*What is expected:* What lines in the records below mention "urandom"? List them all.

(Stored data entries)
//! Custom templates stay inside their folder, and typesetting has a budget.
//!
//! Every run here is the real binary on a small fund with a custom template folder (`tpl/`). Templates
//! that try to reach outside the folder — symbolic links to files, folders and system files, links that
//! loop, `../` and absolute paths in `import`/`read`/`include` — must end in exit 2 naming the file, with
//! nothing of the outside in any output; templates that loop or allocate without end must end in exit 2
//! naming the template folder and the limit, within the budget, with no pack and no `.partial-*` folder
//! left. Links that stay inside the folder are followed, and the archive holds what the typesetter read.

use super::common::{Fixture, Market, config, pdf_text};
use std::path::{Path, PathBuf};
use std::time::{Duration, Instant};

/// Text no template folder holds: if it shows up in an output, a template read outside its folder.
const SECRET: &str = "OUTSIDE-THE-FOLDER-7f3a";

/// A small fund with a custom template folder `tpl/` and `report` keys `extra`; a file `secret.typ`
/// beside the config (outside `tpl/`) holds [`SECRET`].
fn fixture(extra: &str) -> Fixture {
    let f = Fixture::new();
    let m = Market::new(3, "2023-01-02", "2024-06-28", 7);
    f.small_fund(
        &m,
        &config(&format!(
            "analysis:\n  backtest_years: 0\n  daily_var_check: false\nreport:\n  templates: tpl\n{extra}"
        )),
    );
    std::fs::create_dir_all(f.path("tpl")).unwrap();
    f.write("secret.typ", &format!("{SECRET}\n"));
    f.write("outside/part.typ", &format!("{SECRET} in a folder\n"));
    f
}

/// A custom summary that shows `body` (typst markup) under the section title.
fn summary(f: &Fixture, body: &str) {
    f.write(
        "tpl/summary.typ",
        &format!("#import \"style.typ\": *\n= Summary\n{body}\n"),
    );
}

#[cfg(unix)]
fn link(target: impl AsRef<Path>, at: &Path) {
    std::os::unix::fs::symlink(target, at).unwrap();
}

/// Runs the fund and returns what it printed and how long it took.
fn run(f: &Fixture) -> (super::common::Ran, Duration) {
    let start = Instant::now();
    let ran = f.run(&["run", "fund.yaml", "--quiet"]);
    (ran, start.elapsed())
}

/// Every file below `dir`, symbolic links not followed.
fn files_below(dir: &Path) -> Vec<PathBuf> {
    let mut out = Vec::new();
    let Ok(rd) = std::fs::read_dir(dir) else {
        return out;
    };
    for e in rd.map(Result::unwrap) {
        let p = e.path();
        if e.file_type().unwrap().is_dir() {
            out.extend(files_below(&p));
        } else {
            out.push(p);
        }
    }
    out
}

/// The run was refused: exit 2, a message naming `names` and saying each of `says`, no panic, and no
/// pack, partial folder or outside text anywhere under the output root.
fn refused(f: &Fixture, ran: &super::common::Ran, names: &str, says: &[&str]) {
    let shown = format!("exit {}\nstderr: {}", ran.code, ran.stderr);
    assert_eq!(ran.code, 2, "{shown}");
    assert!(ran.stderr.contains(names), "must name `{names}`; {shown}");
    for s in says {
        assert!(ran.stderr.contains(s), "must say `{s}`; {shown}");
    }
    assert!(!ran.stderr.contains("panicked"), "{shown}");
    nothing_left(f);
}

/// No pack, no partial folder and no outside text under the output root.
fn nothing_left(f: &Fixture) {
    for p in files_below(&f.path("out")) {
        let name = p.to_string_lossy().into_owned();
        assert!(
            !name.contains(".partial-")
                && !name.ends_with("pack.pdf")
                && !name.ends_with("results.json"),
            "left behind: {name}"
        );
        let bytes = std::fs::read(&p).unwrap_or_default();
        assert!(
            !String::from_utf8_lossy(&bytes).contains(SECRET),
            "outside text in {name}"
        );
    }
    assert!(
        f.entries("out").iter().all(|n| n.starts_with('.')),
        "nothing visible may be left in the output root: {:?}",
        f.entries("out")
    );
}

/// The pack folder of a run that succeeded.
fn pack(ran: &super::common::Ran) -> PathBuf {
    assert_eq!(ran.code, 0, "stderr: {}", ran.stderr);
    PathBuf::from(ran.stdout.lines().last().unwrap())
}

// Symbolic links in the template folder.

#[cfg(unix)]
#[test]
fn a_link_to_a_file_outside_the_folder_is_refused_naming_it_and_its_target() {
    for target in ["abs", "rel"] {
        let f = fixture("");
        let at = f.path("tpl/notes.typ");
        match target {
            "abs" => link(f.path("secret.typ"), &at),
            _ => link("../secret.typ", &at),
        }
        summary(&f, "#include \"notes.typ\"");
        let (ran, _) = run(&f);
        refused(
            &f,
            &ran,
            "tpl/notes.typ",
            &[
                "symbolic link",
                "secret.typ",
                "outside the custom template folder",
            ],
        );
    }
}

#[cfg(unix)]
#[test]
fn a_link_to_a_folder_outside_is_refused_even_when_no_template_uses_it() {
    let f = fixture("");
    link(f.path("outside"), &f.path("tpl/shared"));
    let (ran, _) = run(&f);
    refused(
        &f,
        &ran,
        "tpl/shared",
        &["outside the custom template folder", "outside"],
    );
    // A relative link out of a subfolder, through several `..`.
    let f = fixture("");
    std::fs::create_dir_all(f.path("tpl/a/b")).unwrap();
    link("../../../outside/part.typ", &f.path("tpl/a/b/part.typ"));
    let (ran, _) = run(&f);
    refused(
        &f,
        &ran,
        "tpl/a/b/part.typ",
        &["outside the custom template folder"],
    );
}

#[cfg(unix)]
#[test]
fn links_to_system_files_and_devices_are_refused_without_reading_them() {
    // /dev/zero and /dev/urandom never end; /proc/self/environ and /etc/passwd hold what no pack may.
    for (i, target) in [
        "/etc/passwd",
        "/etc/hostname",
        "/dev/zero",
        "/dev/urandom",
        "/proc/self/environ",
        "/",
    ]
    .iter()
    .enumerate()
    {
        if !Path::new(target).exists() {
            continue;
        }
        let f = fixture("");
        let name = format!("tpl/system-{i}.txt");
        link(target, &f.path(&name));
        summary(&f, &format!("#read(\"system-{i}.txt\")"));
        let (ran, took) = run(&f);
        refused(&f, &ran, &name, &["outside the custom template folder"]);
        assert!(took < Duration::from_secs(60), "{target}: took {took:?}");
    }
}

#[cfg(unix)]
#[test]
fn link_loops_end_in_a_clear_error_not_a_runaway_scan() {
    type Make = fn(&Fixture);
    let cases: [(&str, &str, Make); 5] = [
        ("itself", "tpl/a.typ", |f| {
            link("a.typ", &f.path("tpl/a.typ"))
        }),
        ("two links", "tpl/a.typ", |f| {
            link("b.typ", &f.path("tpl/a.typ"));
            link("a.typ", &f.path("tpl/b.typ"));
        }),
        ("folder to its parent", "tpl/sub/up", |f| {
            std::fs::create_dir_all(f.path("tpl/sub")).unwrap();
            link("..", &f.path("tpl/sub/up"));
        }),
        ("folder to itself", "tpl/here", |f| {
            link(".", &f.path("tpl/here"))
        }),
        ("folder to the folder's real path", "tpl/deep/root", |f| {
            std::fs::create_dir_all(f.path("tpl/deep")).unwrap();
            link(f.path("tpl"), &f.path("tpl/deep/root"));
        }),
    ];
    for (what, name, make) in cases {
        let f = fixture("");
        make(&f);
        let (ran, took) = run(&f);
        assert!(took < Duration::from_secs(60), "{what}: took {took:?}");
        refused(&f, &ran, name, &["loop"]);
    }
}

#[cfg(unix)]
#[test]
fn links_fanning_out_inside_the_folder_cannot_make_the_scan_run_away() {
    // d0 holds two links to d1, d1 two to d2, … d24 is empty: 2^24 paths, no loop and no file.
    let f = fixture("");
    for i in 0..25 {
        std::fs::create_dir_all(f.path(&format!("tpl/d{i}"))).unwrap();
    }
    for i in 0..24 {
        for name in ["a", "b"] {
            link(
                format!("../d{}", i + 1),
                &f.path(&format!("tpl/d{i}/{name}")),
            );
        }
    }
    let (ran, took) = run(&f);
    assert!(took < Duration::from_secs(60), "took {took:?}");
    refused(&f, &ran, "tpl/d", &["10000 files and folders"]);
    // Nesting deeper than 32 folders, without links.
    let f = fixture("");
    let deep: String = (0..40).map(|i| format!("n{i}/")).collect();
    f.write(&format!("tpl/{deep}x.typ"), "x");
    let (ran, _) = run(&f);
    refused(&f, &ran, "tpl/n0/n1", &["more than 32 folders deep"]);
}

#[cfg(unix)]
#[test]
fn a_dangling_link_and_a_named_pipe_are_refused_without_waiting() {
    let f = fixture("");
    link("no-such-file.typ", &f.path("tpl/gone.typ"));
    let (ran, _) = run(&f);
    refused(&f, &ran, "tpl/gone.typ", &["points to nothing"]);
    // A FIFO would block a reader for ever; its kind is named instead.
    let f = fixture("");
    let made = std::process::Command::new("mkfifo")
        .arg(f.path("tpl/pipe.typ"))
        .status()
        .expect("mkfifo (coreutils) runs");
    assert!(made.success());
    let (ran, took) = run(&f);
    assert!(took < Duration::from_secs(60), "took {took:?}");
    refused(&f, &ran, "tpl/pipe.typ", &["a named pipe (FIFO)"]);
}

*Response:*
    // /dev/zero and /dev/urandom never end; /proc/self/environ and /etc/passwd hold what no pack may.
        "/dev/urandom",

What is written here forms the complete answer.